First Contention: The primary contention of the Petitioners was that while the other sections inserted into the National Highways Act, namely Sections 3A, 3C, 3D, 3E and 3G were similar to the analogous sections of the Land Acquisition Act, the insertion of Section 3J has excluded the application of the Land Acquisition Act, with the sole object to deny solatium and interest payable under the Land Acquisition Act for compulsory acquisition and also to deny the right of appeal against the compensation determined by the competent authority. The challenge was that Section 3J would be hit by Article 14 of the Constitution of India, as it discriminates with regard to payment of compensation, in the case oof ascuisition under two different Acts. In support of this contention, the Petitioners placed reliance on the judgement of the Supreme Court in the case of State of Madhya Pradesh v. G.C. Mandawar, AIR 1954 SC 493, wherein it was held that, “On those provisions, the position is that when a law is impugned under Article 13, what the Court has to decide is whether “that” law contravenes any of the provisions of Part III. If it decides that it does, it has to declare it void, if it decides that it does not, it has to uphold it. It is conceivable that when the same legislature enacts two different laws, but in substance they form one legislation, it might be open to the Court to disregard the form and treat them as one law and strike it down; If in their conjunction they result in discrimination.”
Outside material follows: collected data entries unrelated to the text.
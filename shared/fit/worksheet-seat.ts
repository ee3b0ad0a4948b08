import type { SeatInputs, WorksheetFigure, WorksheetSummary } from '../contract/worksheet.js';
import type { Dimension, Figure } from './dimension.js';
import { usualUncertainty } from './instruments.js';
import { judgeJoint, type FeatureOnHand, type JointVerdict } from './joint-verdict.js';
import { judgeSeat, type SeatResult } from './seat.js';
import { outOfPlane } from './tilt.js';
import { InputCheck, ranges, type Outcome } from './worksheet-range.js';

export interface SeatSheet {
  readonly a: FeatureOnHand;
  readonly b: FeatureOnHand;
  readonly seat: SeatResult;
  readonly verdict: JointVerdict;
  /** Worst tilt in degrees with its standard uncertainty from the gap's; the plate's width counts as exact. */
  readonly tilt: { readonly value: number; readonly uncertainty: number } | null;
  /** How far a gear or pulley of the face width typed runs out of plane at the worst tilt, mm. */
  readonly outOfPlane: number | null;
  /** Gap as it can be handed to a shim sheet, mm; null where the faces meet. */
  readonly gap: Figure | null;
  readonly summary: WorksheetSummary;
}

const roughness = { machined: 0, printed: 1, cast: 2 } as const;

/** The seat sheet: both features as typed, judged. Out-of-range inputs are named, and then there is no result. */
export function runSeat(inputs: SeatInputs): Outcome<SeatSheet> {
  const check = new InputCheck(inputs.unit);
  const [inner, outer, height] =
    inputs.form === 'boss-recess' ? ['boss', 'recess', 'height'] : ['barrel', 'bore', 'length'];
  const read = (name: DimensionField, label: string | null): Dimension | null => {
    const value = label
      ? check.neededLength(name, label, inputs[name], ranges.dimension)
      : check.length(name, inputs[name], ranges.dimension);
    const own = check.length(`${name}Uncertainty`, inputs[`${name}Uncertainty` as const], ranges.uncertainty);
    const instrument = name.startsWith('boss') ? inputs.bossInstrument : inputs.recessInstrument;
    if (value === null) return null;
    return { value, uncertainty: own ?? usualUncertainty(instrument, 'mm'), source: { kind: 'own-reading' } };
  };
  const bossDiameter = read('bossDiameter', `diameter of the ${inner}`);
  const recessDiameter = read('recessDiameter', `diameter of the ${outer}`);
  const bossHeight = read('bossHeight', null);
  const recessDepth = read('recessDepth', null);
  const plateWidth = check.length('plateWidth', inputs.plateWidth, ranges.dimension);
  const faceWidth = check.length('faceWidth', inputs.faceWidth, ranges.dimension);
  if (plateWidth !== null && bossDiameter && plateWidth <= bossDiameter.value)
    check.tell('plateWidth', `Out of range: has to be wider than the ${inner}; leave it empty for no tilt.`);
  if (!check.isClear) return check.outcome<SeatSheet>(null);

  const process =
    roughness[inputs.bossProcess] >= roughness[inputs.recessProcess]
      ? inputs.bossProcess
      : inputs.recessProcess;
  const seat = judgeSeat({
    bossDiameter,
    bossHeight,
    recessDiameter,
    recessDepth,
    process,
    ...(plateWidth === null ? {} : { plateWidth }),
  });
  const plate = plateWidth === null ? null : exactly(plateWidth);
  const a = onHand({ diameter: bossDiameter, [height!]: bossHeight, plateWidth: plate }, inputs.bossProcess);
  const b = onHand({ diameter: recessDiameter, depth: recessDepth }, inputs.recessProcess);
  const verdict = judgeJoint(inputs.form, a, b);
  const gap = seat.gap && seat.gap.value > 0 ? seat.gap : null;
  const worst = seat.tilt?.worst ?? null;
  const tilt =
    worst && gap && plateWidth !== null && bossDiameter
      ? {
          value: worst.degrees,
          uncertainty: tiltUncertainty(gap, (plateWidth - bossDiameter.value) / 2, worst.degrees),
        }
      : null;
  const run = tilt && faceWidth !== null && worst ? outOfPlane(faceWidth, worst) : null;
  return check.outcome<SeatSheet>({
    a,
    b,
    seat,
    verdict,
    tilt,
    outOfPlane: run,
    gap,
    summary: { sentence: verdict.sentence, figures: figuresOf(seat, gap, tilt, run) },
  });
}

type DimensionField = 'bossDiameter' | 'bossHeight' | 'recessDiameter' | 'recessDepth';

function exactly(value: number): Dimension {
  return { value, uncertainty: 0, source: { kind: 'own-reading' } };
}

function onHand(
  dimensions: Record<string, Dimension | null>,
  process: FeatureOnHand['process'],
): FeatureOnHand {
  const known = Object.entries(dimensions).filter(([, dimension]) => dimension !== null);
  return { dimensions: Object.fromEntries(known) as Record<string, Dimension>, attributes: {}, process };
}

/** First order of asin(gap / L): u / (L cos tilt), in degrees. */
function tiltUncertainty(gap: Figure, length: number, degrees: number): number {
  const cosine = Math.max(0.01, Math.cos((degrees * Math.PI) / 180));
  return ((gap.uncertainty / (length * cosine)) * 180) / Math.PI;
}

function figuresOf(
  seat: SeatResult,
  gap: Figure | null,
  tilt: { value: number; uncertainty: number } | null,
  run: number | null,
): WorksheetFigure[] {
  const length = (name: string, label: string, value: Figure | null): WorksheetFigure[] =>
    value ? [{ name, label, value: value.value, uncertainty: value.uncertainty, unit: 'mm' }] : [];
  const chance = (name: string, label: string, value: number | null): WorksheetFigure[] =>
    value === null ? [] : [{ name, label, value, uncertainty: null, unit: 'chance' }];
  return [
    ...length('clearance', 'Clearance on diameter', seat.clearance),
    ...chance('chanceEnters', 'Chance that it enters', seat.chanceEnters),
    ...length('depthSpare', 'Depth to spare', seat.depthSpare),
    ...chance('chanceFaceMeets', 'Chance that the faces meet before it bottoms', seat.chanceFaceMeets),
    ...chance('chanceSeats', 'Chance that it seats', seat.chanceSeats),
    ...length('gap', 'Gap left, pulled evenly', gap),
    ...(tilt ? [{ name: 'tilt', label: 'Tilt, pulled on one side', ...tilt, unit: 'deg' } as const] : []),
    ...(run === null
      ? []
      : [
          {
            name: 'outOfPlane',
            label: 'Out of plane over the face width, at that tilt',
            value: run,
            uncertainty: null,
            unit: 'mm',
          } as const,
        ]),
  ];
}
Second Contention: The jurisdiction of the Government under the doctrine of “emenint domain” is based on two Latin maxims. (i) Isulus populi supremaest (The regard for public welfare is the highest law) (ii) Necessitis publica majorest quam private (Public necessity is greater than private necessity). The contention was that in the absence of public purpose, no law can be enacted, to acquire the land of a private person. The contention was based on the ground that public purpose has not been defined in the Act.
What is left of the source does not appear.